WHAT THE EXERCISE ASKS: Look for the word "comparison" in the material below. Copy each line that has it.

DATA RECORDS:
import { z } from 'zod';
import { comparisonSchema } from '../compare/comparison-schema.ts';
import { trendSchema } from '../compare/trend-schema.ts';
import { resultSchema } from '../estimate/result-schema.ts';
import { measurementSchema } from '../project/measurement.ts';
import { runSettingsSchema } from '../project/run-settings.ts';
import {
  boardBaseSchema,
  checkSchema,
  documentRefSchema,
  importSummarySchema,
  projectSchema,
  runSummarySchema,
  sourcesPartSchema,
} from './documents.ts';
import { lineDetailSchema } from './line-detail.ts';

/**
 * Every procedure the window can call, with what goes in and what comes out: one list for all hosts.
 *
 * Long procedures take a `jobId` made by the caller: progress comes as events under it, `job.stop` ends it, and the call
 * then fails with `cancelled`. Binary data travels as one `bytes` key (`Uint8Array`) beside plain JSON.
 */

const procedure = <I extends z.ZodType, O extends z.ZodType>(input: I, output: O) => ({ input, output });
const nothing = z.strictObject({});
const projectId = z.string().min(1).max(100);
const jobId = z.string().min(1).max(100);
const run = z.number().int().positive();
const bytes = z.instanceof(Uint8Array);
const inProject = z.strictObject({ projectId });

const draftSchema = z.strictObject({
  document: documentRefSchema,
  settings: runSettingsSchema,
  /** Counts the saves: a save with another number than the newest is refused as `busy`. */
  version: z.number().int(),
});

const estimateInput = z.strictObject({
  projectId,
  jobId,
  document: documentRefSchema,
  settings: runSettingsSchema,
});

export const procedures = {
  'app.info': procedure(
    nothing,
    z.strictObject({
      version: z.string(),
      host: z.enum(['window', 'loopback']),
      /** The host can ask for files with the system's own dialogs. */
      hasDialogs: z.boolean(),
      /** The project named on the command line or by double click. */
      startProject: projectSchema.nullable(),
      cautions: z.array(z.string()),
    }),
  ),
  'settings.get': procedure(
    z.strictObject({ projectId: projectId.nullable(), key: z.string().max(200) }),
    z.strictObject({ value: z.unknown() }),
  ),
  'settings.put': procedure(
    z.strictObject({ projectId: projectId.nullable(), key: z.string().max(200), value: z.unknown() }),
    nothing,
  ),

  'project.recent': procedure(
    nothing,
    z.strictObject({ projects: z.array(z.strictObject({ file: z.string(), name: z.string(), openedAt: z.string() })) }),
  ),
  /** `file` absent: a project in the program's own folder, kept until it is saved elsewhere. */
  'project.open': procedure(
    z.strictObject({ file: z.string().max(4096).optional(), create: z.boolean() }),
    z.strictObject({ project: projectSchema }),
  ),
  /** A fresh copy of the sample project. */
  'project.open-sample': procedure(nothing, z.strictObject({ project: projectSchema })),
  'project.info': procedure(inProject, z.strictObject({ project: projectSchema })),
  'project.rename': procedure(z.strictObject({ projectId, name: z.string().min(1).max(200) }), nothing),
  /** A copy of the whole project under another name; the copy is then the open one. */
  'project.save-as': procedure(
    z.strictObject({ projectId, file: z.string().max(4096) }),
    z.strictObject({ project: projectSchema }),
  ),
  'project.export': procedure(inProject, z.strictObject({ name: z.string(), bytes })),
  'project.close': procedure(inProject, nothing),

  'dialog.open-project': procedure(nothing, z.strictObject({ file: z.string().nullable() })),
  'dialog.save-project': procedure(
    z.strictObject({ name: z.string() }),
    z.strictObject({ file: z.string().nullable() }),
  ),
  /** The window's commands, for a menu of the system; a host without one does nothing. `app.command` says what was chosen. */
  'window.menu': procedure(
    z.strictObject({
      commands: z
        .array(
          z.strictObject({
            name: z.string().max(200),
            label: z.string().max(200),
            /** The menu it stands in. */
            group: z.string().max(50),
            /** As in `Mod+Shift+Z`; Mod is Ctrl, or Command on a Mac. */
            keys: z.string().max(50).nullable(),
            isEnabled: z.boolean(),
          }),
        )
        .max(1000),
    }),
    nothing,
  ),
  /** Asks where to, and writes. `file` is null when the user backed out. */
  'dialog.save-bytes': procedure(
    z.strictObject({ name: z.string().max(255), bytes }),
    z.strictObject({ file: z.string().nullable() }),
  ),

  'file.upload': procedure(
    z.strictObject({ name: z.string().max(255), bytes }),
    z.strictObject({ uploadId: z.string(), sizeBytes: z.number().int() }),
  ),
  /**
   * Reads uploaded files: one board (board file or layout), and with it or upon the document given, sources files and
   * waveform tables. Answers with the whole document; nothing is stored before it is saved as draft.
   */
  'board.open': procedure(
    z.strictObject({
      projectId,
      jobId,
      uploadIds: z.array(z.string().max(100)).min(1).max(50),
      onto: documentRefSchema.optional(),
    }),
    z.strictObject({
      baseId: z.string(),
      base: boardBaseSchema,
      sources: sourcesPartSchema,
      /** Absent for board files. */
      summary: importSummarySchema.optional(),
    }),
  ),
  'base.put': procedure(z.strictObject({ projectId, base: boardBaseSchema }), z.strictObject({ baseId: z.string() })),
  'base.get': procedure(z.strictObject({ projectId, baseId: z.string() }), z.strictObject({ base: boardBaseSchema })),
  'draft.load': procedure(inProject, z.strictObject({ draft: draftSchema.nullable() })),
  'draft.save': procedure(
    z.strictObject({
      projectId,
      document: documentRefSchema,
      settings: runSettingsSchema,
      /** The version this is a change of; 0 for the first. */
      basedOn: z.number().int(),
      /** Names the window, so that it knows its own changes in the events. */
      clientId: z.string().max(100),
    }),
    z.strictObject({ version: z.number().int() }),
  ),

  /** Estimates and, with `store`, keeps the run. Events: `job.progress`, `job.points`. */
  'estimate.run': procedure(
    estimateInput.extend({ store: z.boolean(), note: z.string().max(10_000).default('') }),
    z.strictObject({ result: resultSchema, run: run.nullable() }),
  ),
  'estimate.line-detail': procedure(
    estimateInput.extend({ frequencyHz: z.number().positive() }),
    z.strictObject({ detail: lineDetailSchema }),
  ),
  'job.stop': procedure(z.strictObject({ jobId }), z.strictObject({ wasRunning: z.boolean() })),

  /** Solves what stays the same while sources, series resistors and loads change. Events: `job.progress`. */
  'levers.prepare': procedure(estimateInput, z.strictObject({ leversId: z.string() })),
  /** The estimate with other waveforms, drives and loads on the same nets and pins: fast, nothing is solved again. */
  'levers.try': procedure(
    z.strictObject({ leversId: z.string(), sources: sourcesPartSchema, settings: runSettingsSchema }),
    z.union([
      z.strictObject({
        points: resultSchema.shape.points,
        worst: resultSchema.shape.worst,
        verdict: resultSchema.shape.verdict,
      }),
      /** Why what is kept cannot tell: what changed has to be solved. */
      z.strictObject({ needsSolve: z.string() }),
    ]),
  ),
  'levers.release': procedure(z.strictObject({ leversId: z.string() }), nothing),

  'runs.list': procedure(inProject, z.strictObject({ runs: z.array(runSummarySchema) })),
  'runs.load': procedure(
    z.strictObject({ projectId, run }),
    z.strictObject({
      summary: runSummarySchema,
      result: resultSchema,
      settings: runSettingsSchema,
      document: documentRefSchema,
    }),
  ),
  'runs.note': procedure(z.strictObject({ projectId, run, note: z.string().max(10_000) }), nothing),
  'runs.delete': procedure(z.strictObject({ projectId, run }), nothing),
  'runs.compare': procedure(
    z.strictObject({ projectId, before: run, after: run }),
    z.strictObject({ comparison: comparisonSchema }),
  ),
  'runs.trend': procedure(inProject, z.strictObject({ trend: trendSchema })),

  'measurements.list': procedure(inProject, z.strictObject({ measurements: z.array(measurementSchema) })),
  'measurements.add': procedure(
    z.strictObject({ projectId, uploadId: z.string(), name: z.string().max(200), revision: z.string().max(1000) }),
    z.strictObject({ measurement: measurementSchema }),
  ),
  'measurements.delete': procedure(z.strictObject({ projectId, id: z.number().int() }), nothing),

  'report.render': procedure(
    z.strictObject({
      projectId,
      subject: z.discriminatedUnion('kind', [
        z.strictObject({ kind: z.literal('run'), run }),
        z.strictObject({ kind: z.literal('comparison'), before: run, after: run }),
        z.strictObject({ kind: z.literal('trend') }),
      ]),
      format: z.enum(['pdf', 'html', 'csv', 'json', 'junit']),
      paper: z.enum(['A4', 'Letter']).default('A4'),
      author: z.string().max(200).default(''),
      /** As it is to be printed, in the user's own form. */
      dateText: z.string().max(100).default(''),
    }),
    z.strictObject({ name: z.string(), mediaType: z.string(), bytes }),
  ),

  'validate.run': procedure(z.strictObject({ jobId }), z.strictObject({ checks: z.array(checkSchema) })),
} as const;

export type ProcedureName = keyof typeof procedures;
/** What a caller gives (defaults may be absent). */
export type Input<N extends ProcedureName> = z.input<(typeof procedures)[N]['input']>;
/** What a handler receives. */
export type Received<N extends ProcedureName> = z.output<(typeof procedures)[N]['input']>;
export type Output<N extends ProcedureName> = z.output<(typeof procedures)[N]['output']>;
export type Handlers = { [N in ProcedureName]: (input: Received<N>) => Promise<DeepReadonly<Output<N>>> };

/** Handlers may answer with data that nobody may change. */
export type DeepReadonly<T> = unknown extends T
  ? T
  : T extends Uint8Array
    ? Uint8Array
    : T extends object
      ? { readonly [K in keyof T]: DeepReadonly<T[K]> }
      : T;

YOUR RESPONSE:
import { comparisonSchema } from '../compare/comparison-schema.ts';
    z.strictObject({ comparison: comparisonSchema }),
        z.strictObject({ kind: z.literal('comparison'), before: run, after: run }),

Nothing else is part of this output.